The dplyr package is being run.
library(dplyr)
## Warning: package 'dplyr' was built under R version 3.2.4
##
## Attaching package: 'dplyr'
## The following objects are masked from 'package:stats':
##
## filter, lag
## The following objects are masked from 'package:base':
##
## intersect, setdiff, setequal, union
As there are invalid characters for property and crop damages, a new column ‘MAGNITUDE’is created with these invalid characters being excluded.The variable ’ECONOMIC CONSEQUENCE’ is then created by adding the amount of property and crop damages.
weather$PROPMAGNITUDE <- 0
weather$CROPMAGNITUDE <- 0
weather[which(weather$PROPDMGEXP == "K"),]$PROPMAGNITUDE <- 1000
weather[which(weather$PROPDMGEXP == "m"),]$PROPMAGNITUDE <- 1000000
weather[which(weather$PROPDMGEXP == "M"),]$PROPMAGNITUDE <- 1000000
weather[which(weather$PROPDMGEXP == "B"),]$PROPMAGNITUDE <- 1000000000
weather[which(weather$CROPDMGEXP == "K"),]$CROPMAGNITUDE <- 1000
weather[which(weather$CROPDMGEXP == "k"),]$CROPMAGNITUDE <- 1000
weather[which(weather$CROPDMGEXP == "m"),]$CROPMAGNITUDE <- 1000000
weather[which(weather$CROPDMGEXP == "M"),]$CROPMAGNITUDE <- 1000000
weather[which(weather$CROPDMGEXP == "B"),]$CROPMAGNITUDE <- 1000000000
weather$ECONOMIC_CONSEQUENCE <- (weather$PROPDMG * weather$PROPMAGNITUDE) + (weather$CROPDMG * weather$CROPMAGNITUDE)
A new variable ‘weather_event’ is created by grouping the fatalities, injuries, and economic consequences by event types.
weather_event <- group_by(weather, EVTYPE)
weather_event <- summarise(weather_event, FATALITIES = sum(FATALITIES), INJURIES = sum(INJURIES), ECONOMIC = sum(ECONOMIC_CONSEQUENCE))
The package ggplot2 is being run.
library(ggplot2)
## Warning: package 'ggplot2' was built under R version 3.2.4
A bar chart is plotted showing the top ten events resulting in the highest number of fatalities.
weather_final_fatalities <- arrange(weather_event, desc(FATALITIES))
weather_10_fatalities <- head(weather_final_fatalities,10)
ggplot(data=weather_10_fatalities, aes(x = factor(EVTYPE), y = FATALITIES)) +
geom_bar(stat = "identity", fill="white", colour="darkblue") +
coord_flip() + labs(title = "Top 10 Events Resulting in Fatalities", x = "Event Types", y = "Number of Fatalities")
A bar chart is plotted showing the top ten events resulting in the highest number of injuries.
weather_final_injuries <- arrange(weather_event, desc(INJURIES))
weather_10_injuries <- head(weather_final_injuries,10)
ggplot(data=weather_10_injuries, aes(x = factor(EVTYPE), y = INJURIES)) +
geom_bar(stat = "identity", fill="white", colour="darkred") +
coord_flip() + labs(title = "Top 10 Events Resulting in Injuries", x = "Event Types", y = "Number of Injuries")
From the two charts, we can see that tornadoes have resulted in the highest numbers of fatalities and injuries.
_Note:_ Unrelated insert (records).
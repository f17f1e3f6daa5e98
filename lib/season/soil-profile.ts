/**
 * What a soil holds between field capacity and wilting point, from the surface down to any depth, through its layers.
 */
import type { Soil } from './types.ts';

/** A soil made ready for fast look-up, see `profileOf`. Depths [m], water [mm]. */
export interface SoilProfile {
  /** lower edge of the first layer; Infinity where the soil has one layer */
  readonly topBottom: number;
  /** water held per metre of the first layer, 1000 (θFC − θWP) [mm m⁻¹] */
  readonly topPerMetre: number;
  /** upper edges of the layers */
  readonly tops: Float64Array;
  /** water held above each of these edges */
  readonly heldAbove: Float64Array;
  /** water held per metre of each layer [mm m⁻¹] */
  readonly perMetre: Float64Array;
}

const known = new WeakMap<Soil, SoilProfile>();

/**
 * The profile of a soil, made once per soil object and kept beside it.
 *
 * A soil without layers is one layer of its θFC and θWP. Below the last layer its values go on. The limit of rooting is not applied: roots end there,
 * soil does not.
 */
export function profileOf(soil: Soil): SoilProfile {
  let profile = known.get(soil);
  if (profile === undefined) {
    profile = soilProfile(soil);
    known.set(soil, profile);
  }
  return profile;
}

function soilProfile({ layers, fieldCapacity, wiltingPoint }: Soil): SoilProfile {
  const parts = layers && layers.length > 0 ? layers : [{ bottom: Number.POSITIVE_INFINITY, fieldCapacity, wiltingPoint }];
  const perMetre = Float64Array.from(parts, (layer) => 1000 * (layer.fieldCapacity - layer.wiltingPoint));
  const tops = new Float64Array(parts.length);
  const heldAbove = new Float64Array(parts.length);
  for (let k = 1; k < parts.length; k++) {
    tops[k] = parts[k - 1].bottom;
    heldAbove[k] = heldAbove[k - 1] + perMetre[k - 1] * (tops[k] - tops[k - 1]);
  }
  return { topBottom: parts.length > 1 ? tops[1] : Number.POSITIVE_INFINITY, topPerMetre: perMetre[0], tops, heldAbove, perMetre };
}

/**
 * Total available water from the surface down to a depth, through the layers.
 *
 *   TAW = Σ 1000 (θFC − θWP) Δz over the layers down to z; one layer: `totalAvailableWater`, to the last bit
 *
 * Missing: NaN depth gives NaN.
 *
 * @param depth z, 0 or more [m]
 * @returns [mm]
 * @example availableTo(profileOf({ fieldCapacity: 0.32, wiltingPoint: 0.12 }), 0.8) // 160
 * Source: FAO-56 Eq. 82, summed over layers (common practice).
 */
export function availableTo(profile: SoilProfile, depth: number): number {
  if (depth <= profile.topBottom) return profile.topPerMetre * depth;
  const { tops, heldAbove, perMetre } = profile;
  let k = tops.length - 1;
  while (k > 0 && depth < tops[k]) k--;
  return heldAbove[k] + perMetre[k] * (depth - tops[k]);
}

/**
 * Depth that holds so much available water; the inverse of `availableTo`.
 *
 * Missing: NaN gives NaN.
 *
 * @param water TAW, 0 or more [mm]
 * @returns [m]
 * @example depthHolding(profileOf({ fieldCapacity: 0.32, wiltingPoint: 0.12 }), 160) // 0.8
 * Source: as `availableTo`.
 */
export function depthHolding(profile: SoilProfile, water: number): number {
  const { tops, heldAbove, perMetre } = profile;
  let k = tops.length - 1;
  while (k > 0 && water < heldAbove[k]) k--;
  return tops[k] + (water - heldAbove[k]) / perMetre[k];
}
Hence, we conclude that tornadoes are most the harmful to population health.
A bar chart is plotted showing the top ten events resulting in the greatest economic consequences in terms of value.
weather_final_economic <- arrange(weather_event, desc(ECONOMIC))
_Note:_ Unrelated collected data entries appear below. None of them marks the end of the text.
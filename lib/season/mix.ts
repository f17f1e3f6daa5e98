/** Rows of site weather mixed into one row of a parcel by one set of weights. */
import type { Site } from '../weather/variable.ts';
import type { Mix, PackedSeason } from './pack.ts';
import type { ParcelInput } from './types.ts';

/**
 * Correction of a site's temperature to the parcel's elevation.
 *   ΔT = Γ (zsite − zparcel)
 *
 * @param lapseRate Γ [°C m⁻¹], positive when it gets colder upwards; 0.0065 in the standard atmosphere
 * @returns ΔT [°C]; 0 where the site's elevation is unknown
 * Source: ISO 2533:1975, Standard Atmosphere, for the value 0.0065.
 */
export function lapseCorrection(site: Site, parcel: ParcelInput, lapseRate: number): number {
  return Number.isNaN(site.elevation) ? 0 : lapseRate * (site.elevation - parcel.elevation);
}

/** Sets up the mix of a parcel: its sites with a weight. */
export function openMix(season: PackedSeason, parcel: ParcelInput): Mix {
  const { input, mix } = season;
  mix.count = 0;
  mix.complete = true;
  for (const { site, weight } of parcel.weights) {
    if (weight === 0) continue;
    mix.start[mix.count] = site * mix.days;
    mix.weight[mix.count] = weight;
    mix.lapse[mix.count] = lapseCorrection(input.sites[site], parcel, input.settings.lapseRate);
    mix.count++;
    mix.complete &&= season.complete[site];
  }
  return mix;
}

/** Sum of the weights of the sites present on each day. */
export function weighDays(mix: Mix, into: Float64Array): void {
  into.fill(0);
  if (mix.complete) {
    let sum = 0;
    for (let k = 0; k < mix.count; k++) sum += mix.weight[k];
    into.fill(sum);
    return;
  }
  for (let k = 0; k < mix.count; k++) {
    for (let d = 0, i = mix.start[k]; d < mix.days; d++, i++) if (mix.present[i] === 1) into[d] += mix.weight[k];
  }
}

/** OR of the flags of the sites present on each day. */
export function joinFlags(mix: Mix, from: Uint32Array, into: Uint32Array): void {
  const { days, present, start } = mix;
  if (!mix.complete) {
    into.fill(0);
    for (let k = 0; k < mix.count; k++) {
      for (let d = 0, i = start[k]; d < days; d++, i++) into[d] |= from[i] & -present[i];
    }
    return;
  }
  into.set(from.subarray(start[0], start[0] + days));
  for (let k = 1; k < mix.count; k++) for (let d = 0, i = start[k]; d < days; d++, i++) into[d] |= from[i];
}

/** Σ w (x + shift) of one variable over the sites of a parcel present on each day; see `weighDays` for Σ w. */
export function mixRows(mix: Mix, from: Float64Array, shift: Float64Array, into: Float64Array): void {
  into.fill(0);
  const { days, present, start } = mix;
  for (let k = 0; k < mix.count; k++) {
    const weight = mix.weight[k];
    const moved = weight * shift[k];
    for (let d = 0, i = start[k]; d < days; d++, i++) if (present[i] === 1) into[d] += weight * from[i] + moved;
  }
}

/** Most sites that `meanRow` takes together. */
export const MOST_TOGETHER = 8;

/**
 * Mean of one variable over sites without gaps, Σ w (x + shift) / Σ w, in one pass over the days.
 *
 * Places that no site fills read the first site with weight 0, so that there is one loop for four sites and one for eight.
 *
 * @param together weights over their sum and places of the first day, see `openTogether`
 * @param shift Σ w shift / Σ w, the same every day
 */
export function meanRow(together: Together, from: Float64Array, shift: number, into: Float64Array): void {
  if (together.count <= 4) meanOfFour(together, from, shift, into);
  else meanOfEight(together, from, shift, into);
}

/** The sites of a parcel for `meanRow`; overwritten by the next parcel. */
export interface Together {
  count: number;
  /** w / Σ w */
  readonly share: Float64Array;
  readonly start: Int32Array;
  /** Σ w lapse / Σ w [°C] */
  lapse: number;
}

const together: Together = { count: 0, share: new Float64Array(MOST_TOGETHER), start: new Int32Array(MOST_TOGETHER), lapse: 0 };

/** Takes the sites of an open mix together; at most `MOST_TOGETHER`, none with gaps. */
export function openTogether(mix: Mix): Together {
  const { share, start } = together;
  let sum = 0;
  for (let k = 0; k < mix.count; k++) sum += mix.weight[k];
  let lapse = 0;
  for (let k = 0; k < MOST_TOGETHER; k++) {
    const used = k < mix.count;
    share[k] = used ? mix.weight[k] / sum : 0;
    start[k] = mix.start[used ? k : 0];
    if (used) lapse += share[k] * mix.lapse[k];
  }
  together.count = mix.count;
  together.lapse = lapse;
  return together;
}

function meanOfFour({ share, start }: Together, from: Float64Array, shift: number, into: Float64Array): void {
  const [w0, w1, w2, w3] = [share[0], share[1], share[2], share[3]];
  const [i0, i1, i2, i3] = [start[0], start[1], start[2], start[3]];
  for (let d = 0; d < into.length; d++) {
    into[d] = w0 * from[i0 + d] + w1 * from[i1 + d] + (w2 * from[i2 + d] + w3 * from[i3 + d]) + shift;
  }
}

function meanOfEight({ share, start }: Together, from: Float64Array, shift: number, into: Float64Array): void {
  const [w0, w1, w2, w3, w4, w5, w6, w7] = [share[0], share[1], share[2], share[3], share[4], share[5], share[6], share[7]];
  const [i0, i1, i2, i3, i4, i5, i6, i7] = [start[0], start[1], start[2], start[3], start[4], start[5], start[6], start[7]];
  for (let d = 0; d < into.length; d++) {
    const upper = w0 * from[i0 + d] + w1 * from[i1 + d] + (w2 * from[i2 + d] + w3 * from[i3 + d]);
    const lower = w4 * from[i4 + d] + w5 * from[i5 + d] + (w6 * from[i6 + d] + w7 * from[i7 + d]);
    into[d] = upper + lower + shift;
  }
}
weather_10_economic <- head(weather_final_economic,10)
ggplot(data=weather_10_economic, aes(x = factor(EVTYPE), y = ECONOMIC/1.0e9)) +
geom_bar(stat = "identity", fill="white", colour="darkgreen") +
coord_flip() + labs(title = "Top 10 Events with Worst Economic Consequences", x = "Event Types", y = "Economic Consequences ($ in billions)")
The chart shows that floods have the greatest economic consequences.